楽屋の扉を開けると、リョウがその真ん中で胡坐をかき目を閉じていた。
「……リョウ?」ミリアは恐る恐るリョウに近付き、その顔を目前にしてまじまじと見詰めた。相変わらず鼻梁は高く、唇は固く引き結ばれている。頬も引き締まっていて、ツアーを通じて己と戦ってきた男の姿を髣髴とさせた。まるでギリシア彫刻のようだ、とミリアはほうと溜め息を吐いた。
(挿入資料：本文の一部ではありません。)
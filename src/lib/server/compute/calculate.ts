import type { Actor } from '../auth/actor';
import { AppError } from '../errors';
import { computePool } from './pool';
import type { ComputeTask } from './tasks';

/** A calculation that takes longer than this is ended: it would hold a thread for others, milliseconds. */
const LONGEST_MS = 120_000;

/** Calculations of one person that may wait for each other. */
const MOST_OF_ONE = 32;

interface Turns {
	last: Promise<unknown>;
	waiting: number;
}

const turnsOf = new Map<string, Turns>();

/**
 * Runs one stateless calculation in a worker thread, so that the server keeps answering. Those of one person take
 * turns: somebody who asks for many long ones holds one thread, and the others stay free for runs and other people.
 */
export async function calculate(actor: Actor, task: ComputeTask): Promise<unknown> {
	const turns = turnsOf.get(actor.userId) ?? { last: Promise.resolve(), waiting: 0 };
	if (turns.waiting >= MOST_OF_ONE) {
		throw new AppError('too_many', 'Many calculations of yours wait already: let them end first.', {
			retryAfterSeconds: 5
		});
	}
	turnsOf.set(actor.userId, turns);
	turns.waiting += 1;
	const begin = () => runInThread(task);
	const mine = turns.last.then(begin, begin);
	turns.last = mine;
	try {
		return await mine;
	} finally {
		turns.waiting -= 1;
		if (turns.waiting === 0) turnsOf.delete(actor.userId);
	}
}

async function runInThread(task: ComputeTask): Promise<unknown> {
	const abort = new AbortController();
	const timer = setTimeout(() => abort.abort(), LONGEST_MS);
	try {
		return await computePool().run({ task }, { signal: abort.signal });
	} catch (error) {
		if (abort.signal.aborted) {
			throw new AppError(
				'too_large',
				'This takes too long for one call: send a smaller scene or a coarser step.'
			);
		}
		if (error instanceof Error && error.message === 'Task queue is at limit') {
			throw new AppError('unavailable', 'Many calculations wait already: try again shortly.', {
				retryAfterSeconds: 5
			});
		}
		throw error;
	} finally {
		clearTimeout(timer);
	}
}
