import { ensureBuild } from './lib/build.mjs';
import { openDatabase } from './lib/database.mjs';
import { ensurePackages } from './lib/packages.mjs';
import { isPortFree, superviseChild } from './lib/process.mjs';
import { Refusal, runMain, say, secondsSince } from './lib/say.mjs';
import { serveBuild } from './lib/serve.mjs';
import { appEnvironment, demoAllowed, demoLines } from './lib/settings.mjs';

/** `npm start`: from a bare checkout to a served application; see README. */
runMain(async () => {
	const since = performance.now();
	const host = process.env.HOST ?? '127.0.0.1';
	const port = Number(process.env.PORT ?? 3000);
	if (!Number.isInteger(port) || port < 1 || port > 65535)
		throw new Refusal(`PORT is "${process.env.PORT}": give a whole number from 1 to 65535.`);
	const origin =
		process.env.ORIGIN ?? `http://${host === '0.0.0.0' || host === '::' ? '127.0.0.1' : host}:${port}`;
	if (!(await isPortFree(host, port)))
		throw new Refusal(
			`Port ${port} on ${host} is taken: stop what listens there, or choose another one, for example "PORT=${port + 1} npm start".`
		);

	ensurePackages();
	const building = ensureBuild();
	// Awaited below; a failure must not count as unhandled while the database starts.
	building.catch(() => undefined);
	const database = await openDatabase();
	// A signal before the application runs still stops the database.
	const early = () => void database.stop().then(() => process.exit(0));
	process.on('SIGINT', early).on('SIGTERM', early);
	try {
		await building;
		const env = appEnvironment({ url: database.url, ownDatabase: database.own, origin });
		const child = await serveBuild({ host, port, env });
		process.off('SIGINT', early).off('SIGTERM', early);
		superviseChild(child, database.stop);
	} catch (error) {
		await database.stop();
		throw error;
	}
	say(`\nTiltyard is ready after ${secondsSince(since)} s: ${origin}\n`);
	if (demoAllowed(database.own)) say(`${demoLines().join('\n')}\n`);
	else
		say(
			'NODE_ENV=production with a database of your own: the demo is not put in, its accounts are refused.\n'
		);
	say('Ctrl-C stops it.');
});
ぴくり、と瞼が動き目が開く。眼は目前のミリアに驚きもせず、厳しく睨んだ。
「お前な、ボーカリストの邪魔すんじゃねえ。精神統一中だ。」
ソファの上でうたた寝をしていたアキがそうだったのか、とばかりに目を見開く。
「ふうん。そうだったの。」
「一回一回のライブに全身全霊を尽くす。その延長線上にしかヴァッケン出場はねえ。わかってんのか? 追加公演はただのお祭り騒ぎじゃねえんだぞ。」
「うん、わかってる。」あまりにも軽々しくミリアは笑顔もて答えたので、リョウは拍子抜けした。
「本当にわかってんのか? 成功は突然棚から牡丹餅式に現れてくるモンじゃねえ。血の滲むような努力の果てに初めて姿を現す。だからな、俺はヴァッケンに向けて、このライブに全てを賭けて挑む。」
「うん、わかってる。」ミリアは再び満面の笑みを溢しながら言った。「あのねえ、ミリアだって一度だってライブに手抜きはしないの。そんなのやったら精鋭たちに失礼だし。だって精鋭たちはさ、お仕事、お金、全部苦労して来てくれてるんだものねえ。」
「そうだ。」リョウは言下に断言した。
「そう言ったら、精鋭たち喜んでた。」
「お前んなこと言ったんか!」リョウは思わず声を荒げた。
ミリアは照れて身を捩った。
「んなこた一々言わなくっていいんだよ! ステージ上から教えてやりゃあいいんだよ! 俺らはバンドマンなんだからよお!」
ミリアは微笑んで、自分のFlyingVの入ったGibsonと大書きされたギターケースの前にしゃがみ込み、蓋を開けた。「うん、わかったわよう。」
既に開場の一時間も前から、先頭の精鋭たちを皮切りに長蛇の列を作っていた観客たちは、会場と同時に会場へと駆け込んだ。すぐにかつて聞いたことのない、「前方に詰めて下さい。お客様が入りきれません。ご協力をお願いいたします。」というアナウンスが立て続けに流れ出した。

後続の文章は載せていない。